Sequential Function-Space Variational Inference via Gaussian Mixture Approximation
Menghao Waiyan William Zhu, Pengcheng Hao, Ercan Engin Kuruoğlu
TL;DR
This paper tackles catastrophic forgetting in continual learning by introducing Gaussian Mixture Sequential Function-Space Variational Inference (GM-SFSVI), which models the neural network outputs as a Gaussian mixture over a finite set of inducing points to capture multi-modal posteriors. It extends function-space variational inference by incorporating a mixture of Gaussian processes, with tractable KL terms via diagonalization and a reparameterization scheme (Gumbel-softmax) for training, plus prior-focused and likelihood-focused variants.

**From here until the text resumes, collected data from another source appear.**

"""Values from other sheets: looked up by number, held against what stands there. Numbers by hand: 10 V × 3/4 = 7.5 V."""

from __future__ import annotations

import os
import subprocess
from pathlib import Path

import pytest
from hypothesis import given, settings
from hypothesis import strategies as st

import calccheck.command.citing
from calccheck import check_text
from calccheck.cli import main
from calccheck.model import Finding, Report

CIRCUIT = "```circuit\nreference g\nV1: 10 V, a to g\nR1: 1 kΩ, a to b\nR2: 3 kΩ, b to g\n```\n\n"
GOOD_CIRCUIT = "---\nsheet: EX-1\n---\n" + CIRCUIT
SOURCE = (
    GOOD_CIRCUIT + "The node is at `V_b = 7.50 V`, so `I_R2 = 2.5 mA` and `P_R2 = 18.75 mW`.\n\n"
    "Without load `V_b with R2 open = 10 V`. Measured `V_a = 10.3 V`; `V_x = 4 V`, `ratio = V_b / V_a = 0.75`.\n\n"
    "`given Vlim = 12 V`\n"
)


def sheet(number: str, *lines: str) -> str:
    return f"---\nsheet: {number}\n---\n" + "\n".join(["```working", *lines, "```", ""])


def findings(report: Report) -> list[Finding]:
    return [f for f in report.findings if f.kind.startswith("reference")]


def messages(text: str, *others: str) -> list[str]:
    """What is said of a sheet's values from others, the library's way."""
    reports = [check_text(f"{k}.md", other, others={}) for k, other in enumerate(others)]
    known = {r.reading.title["sheet"]: r for r in reports}
    return [f.message for f in findings(check_text("sheet.md", text, others=known))]


def cited(line: str) -> list[str]:
    return messages(sheet("EX-2", f"given {line} from EX-1"), SOURCE)


# --- one value ------------------------------------------------------------------------------------------------------


@pytest.mark.parametrize(
    "line",
    [
        "Vb = 7.50 V", "Vb = 7.5 V", "V_b2 = 7.5 V", "Vb = 7500 mV", "vb = 7.5 V",
        "IR2 = 2.5 mA", "Iload = 2.50 mA", "ratio = 0.75", "Vlim = 12 V", "P = 18.75 mW",
        "PR2 = 19 mW", "Ptotal = 18.8 mW",  # right roundings of 18.75 mW
    ],
)  # fmt: skip
def test_values_that_the_other_sheet_claims(line):
    assert cited(line) == []


@pytest.mark.parametrize(
    ("line", "message"),
    [
        ("Vb = 7.6 V", "Vb is 7.6 V here, but EX-1 has V_b = 7.50 V in line 11"),
        ("Vb = 7.501 V", "Vb is 7.501 V here, but EX-1 has V_b = 7.50 V in line 11"),
        ("IR2 = 3 mA", "IR2 is 3 mA here, but EX-1 has I_R2 = 2.5 mA in line 11"),  # as coarse as this says too little
        (
            "Vb = 10 V",
            "Vb is 10 V here, but EX-1 has V_b = 7.50 V in line 11",
        ),  # what it is with R2 open is another value
        ("Vb = 7.5 A", "Vb is 7.5 A here, but EX-1 has V_b = 7.50 V in line 11"),
        ("Va = 10.3 V", "EX-1 has V_a = 10.3 V in line 13, but that claim differs from what the program finds there"),
        ("Vx = 4 V", "EX-1 has V_x = 4 V in line 13, but that claim is unchecked there"),
        ("Vq = 7.4 V", "EX-1 claims nothing called Vq, and no value 7.4 V; nearest is V_b = 7.50 V in line 11"),
        ("Lq = 4 mH", "EX-1 claims nothing called Lq, and no value 4 mH"),
        ("ratio = 0.8", "ratio is 0.8 here, but EX-1 has ratio = 0.75 in line 13"),
    ],
)
def test_values_that_do_not_stand_there(line, message):
    assert cited(line) == [message]


def test_a_value_rounded_twice_is_held_to_the_truth():
    """10 V × 7446/10000 = 7.446 V, printed 7.45 V; 7.4 V is right of both, 7.5 V of the printed one alone."""
    there = GOOD_CIRCUIT.replace("1 kΩ", "2554 Ω").replace("3 kΩ", "7446 Ω") + "`V_b = 7.45 V`\n"
    assert messages(sheet("EX-2", "given Vb = 7.4 V from EX-1"), there) == []
    assert messages(sheet("EX-2", "given Vb = 7.5 V from EX-1"), there) == [
        "Vb is 7.5 V here, but EX-1 has V_b = 7.45 V in line 11"
    ]


def test_a_fault_is_an_error_at_its_line_and_fails_the_sheet():
    text = sheet("EX-2", "given k = 2", "given Vb = 7.6 V from EX-1")
    report = check_text("sheet.md", text, others={"EX-1": check_text("EX-1.md", SOURCE)})
    (found,) = findings(report)
    assert (found.kind, found.severity) == ("reference", "error") and not report.clean
    assert report.reading.sheet.line_column(found.span.start) == (6, 1)


def test_without_other_sheets_the_doubt_is_said():
    report = check_text("sheet.md", sheet("EX-2", "given Vb = 7.5 V from EX-1"))
    (found,) = findings(report)
    assert (found.kind, found.severity) == ("reference-open", "caution") and "was not looked up" in found.message


@given(st.integers(-9999, 9999), st.integers(0, 4))
@settings(max_examples=60, deadline=None)
def test_a_value_passes_exactly_when_it_is_the_printed_one(number, places):
    """Of values printed with the other sheet's own places, its own alone agrees."""
    text = f"{number / 10**places:.{places}f}"
    there = sheet("EX-1", "given Vq = 7.50 V")
    said = messages(sheet("EX-2", f"given Vq = {text} V from EX-1"), there)
    if places >= 2:
        assert (said == []) == (float(text) == 7.5)
    elif said == []:
        assert abs(float(text) - 7.5) <= 0.5 * 10**-places


# --- sheets ---------------------------------------------------------------------------------------------------------


def test_a_sheet_that_is_missing():
    assert messages(sheet("EX-2", "given Vb = 7.5 V from EX-7"), SOURCE) == [
        "there is no sheet EX-7 to hold this against; correct the number, or bring the sheet"
    ]


def test_a_sheet_is_no_source_for_itself():
    assert messages(sheet("EX-2", "given Vb = 7.5 V from EX-2"), SOURCE) == ["a sheet is no source for itself"]


def test_sheets_that_rest_on_each_other():
    a = sheet("A", "given x = 1 V from B", "given u = 2 V from D", "y = 2 × x = 2 V")
    b = sheet("B", "given z = 3 V from C", "x = z / 3 = 1 V")
    c = sheet("C", "given y = 2 V from A", "z = y × 1.5 = 3 V")
    d = sheet("D", "given u = 2 V")
    circle = "the sheets rest on each other: {}; one of them must work its value out alone"
    assert messages(a, a, b, c, d) == [circle.format("A → B → C → A")]
    assert messages(b, a, b, c, d) == [circle.format("B → C → A → B")]
    assert messages(d, a, b, c, d) == []


def test_a_circle_further_up_is_that_sheets_matter():
    a = sheet("A", "given x = 1 V from B", "y = 2 × x = 2 V")
    b = sheet("B", "given y = 2 V from A", "x = y / 2 = 1 V")
    assert messages(sheet("Z", "given y = 2 V from A"), a, b) == []
    c = sheet("C", "given x = 1 V from B", "w = 2 × x = 2 V")
    assert messages(sheet("Z", "given w = 2 V from C"), a, b, c) == []


# --- on disk --------------------------------------------------------------------------------------------------------


@pytest.fixture
def folder(tmp_path, monkeypatch):
    monkeypatch.chdir(tmp_path)
    return tmp_path


def write(path: str, text: str) -> None:
    Path(path).parent.mkdir(parents=True, exist_ok=True)
    Path(path).write_text(text)


def run(capsys, *arguments: str) -> tuple[int, str, str]:
    status = main(arguments)
    shown = capsys.readouterr()
    return status, shown.out, shown.err


GOOD = SOURCE.replace("V_a = 10.3 V", "V_a = 10 V").replace("; `V_x = 4 V`", "")
TAKES = sheet("EX-2", "given Vb = 7.5 V from EX-1")


def test_a_sheet_of_the_run_is_found_wherever_it_stands(folder, capsys):
    write("here/b.md", TAKES)
    write("there/a.md", GOOD)
    assert run(capsys, "check", "here/b.md")[0] == 1
    assert run(capsys, "check", "here/b.md", "there/a.md")[0] == 0
    assert run(capsys, "check")[0] == 0
    assert run(capsys, "check", "--jobs", "2")[0] == 0


def test_a_sheet_of_the_repository_is_found_from_any_of_its_folders(folder, capsys, monkeypatch):
    subprocess.run(["git", "init", "-q", "."], check=True)
    write("buses/deep/a.md", GOOD)
    write("loads/b.md", TAKES)
    assert run(capsys, "check", "loads/b.md")[0] == 0
    monkeypatch.chdir(folder / "loads")
    assert run(capsys, "check", "b.md")[0] == 0
    write("../buses/deep/a.md", GOOD.replace("V_b = 7.50 V", "V_b = 9.00 V").replace("R2: 3 kΩ", "R2: 9 kΩ"))
    status, out, _ = run(capsys, "check", "b.md")
    assert status == 1 and "b.md:5:1: error: Vb is 7.5 V here, but EX-1 has V_b = 9.00 V in line 11" in out


def test_only_staged_files_in_a_hook_and_the_others_from_the_working_tree(folder, capsys):
    alone = {**os.environ, "GIT_CONFIG_GLOBAL": os.devnull}
    subprocess.run(["git", "init", "-q", "."], check=True, env=alone)
    write("a.md", GOOD)
    write("b.md", TAKES)
    subprocess.run(["git", "add", "b.md"], check=True, env=alone)
    names = subprocess.run(
        ["git", "diff", "--cached", "--name-only"], check=True, capture_output=True, text=True
    ).stdout
    assert names.split() == ["b.md"] and run(capsys, "check", *names.split())[0] == 0


def test_a_number_given_twice(folder, capsys):
    write("b.md", TAKES)
    write("a.md", GOOD)
    write("old/a.md", GOOD)
    status, out, _ = run(capsys, "check", "b.md")
    assert status == 1 and "several sheets are numbered EX-1: a.md and old/a.md" in out


def test_standard_input_takes_values_too(folder, capsys, monkeypatch):
    write("a.md", GOOD)
    with Path("in").open("wb") as file:
        file.write(TAKES.encode())
    with Path("in").open() as file:
        monkeypatch.setattr("sys.stdin", file)
        assert run(capsys, "check", "-")[0] == 0


def test_marking_looks_them_up_too(folder, capsys):
    write("b.md", TAKES)
    assert run(capsys, "mark", "b.md", "--to", "md", "-o", ".")[0] == 1
    assert "there is no sheet EX-1" in Path("b.checked.md").read_text()


def test_nothing_is_looked_into_unless_a_sheet_names_another(folder, capsys, monkeypatch):
    looked: list[str] = []
    front, alone = calccheck.command.citing._front, calccheck.command.citing._alone
    monkeypatch.setattr(calccheck.command.citing, "_front", lambda path: looked.append(path.name) or front(path))
    monkeypatch.setattr(
        calccheck.command.citing, "_alone", lambda s, r: looked.append(f"read {s.path.name}") or alone(s, r)
    )
    write("a.md", GOOD)
    write("plain.md", GOOD.replace("EX-1", "EX-10"))
    assert run(capsys, "check", "a.md", "plain.md")[0] == 0 and looked == []
    write("b.md", TAKES)
    write("c.md", TAKES.replace("EX-2", "EX-3"))
    assert run(capsys, "check", ".")[0] == 0
    assert sorted(name for name in looked if not name.startswith("read")) == ["a.md", "b.md", "c.md", "plain.md"]
    assert {name for name in looked if name.startswith("read")} == {"read a.md"}


def test_each_other_sheet_is_read_once_a_run(folder, capsys, monkeypatch):
    import calccheck.pipeline

    checked: list[str] = []
    whole = calccheck.pipeline.check

    def check(sheet, *rest):
        checked.append(sheet.name)
        return whole(sheet, *rest)

    monkeypatch.setattr(calccheck.pipeline, "check", check)
    write("a.md", GOOD)
    for k in range(2, 6):
        write(f"b{k}.md", sheet(f"EX-{k}", "given Vb = 7.5 V from EX-1", "given I = 2.5 mA from EX-1"))
    assert run(capsys, "check", "b2.md", "b3.md", "b4.md", "b5.md")[0] == 0
    assert sorted(checked) == ["a.md", "b2.md", "b3.md", "b4.md", "b5.md"]


def test_what_was_found_is_forgotten_with_the_run(folder, capsys):
    write("b.md", TAKES)
    write("a.md", GOOD)
    assert run(capsys, "check", "b.md")[0] == 0
    write("a.md", GOOD.replace("EX-1", "EX-9"))
    assert run(capsys, "check", "b.md")[0] == 1


def test_files_that_cannot_be_looked_into_stand_in_nobodys_way(folder, capsys):
    write("b.md", TAKES)
    write("a.md", GOOD)
    Path("bytes.md").write_bytes(b"---\nsheet: \xff\n---\n")
    Path("gone.md").symlink_to("nowhere.md")
    Path("folder.md").mkdir()
    assert run(capsys, "check", "b.md")[0] == 0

Empirical results across domain- and class-incremental tasks show that likelihood-focused GM-SFSVI often yields the best final accuracy, especially when learning across all layers without a fixed pre-trained feature extractor, highlighting the method’s robustness to forgetting and its applicability to privacy-preserving replay setups. The work advances continual learning by combining Gaussian mixtures with function-space VI, offering a scalable approach to approximate complex posteriors in sequential tasks with inducing-point representations.
Abstract
Continual learning in neural networks aims to learn new tasks without forgetting old tasks. Sequential function-space variational inference (SFSVI) uses a Gaussian variational distribution to approximate the distribution of the outputs of the neural network corresponding to a finite number of selected inducing points. Since the posterior distribution of a neural network is multi-modal, a Gaussian distribution could only match one mode of the posterior distribution, and a Gaussian mixture distribution could be used to better approximate the posterior distribution. We propose an SFSVI method based on a Gaussian mixture variational distribution. We also compare different types of variational inference methods with a fixed pre-trained feature extractor (where continual learning is performed on the final layer) and without a fixed pre-trained feature extractor (where continual learning is performed on all layers). We find that in terms of final average accuracy, likelihood-focused Gaussian mixture SFSVI outperforms other sequential variational inference methods, especially in the latter case.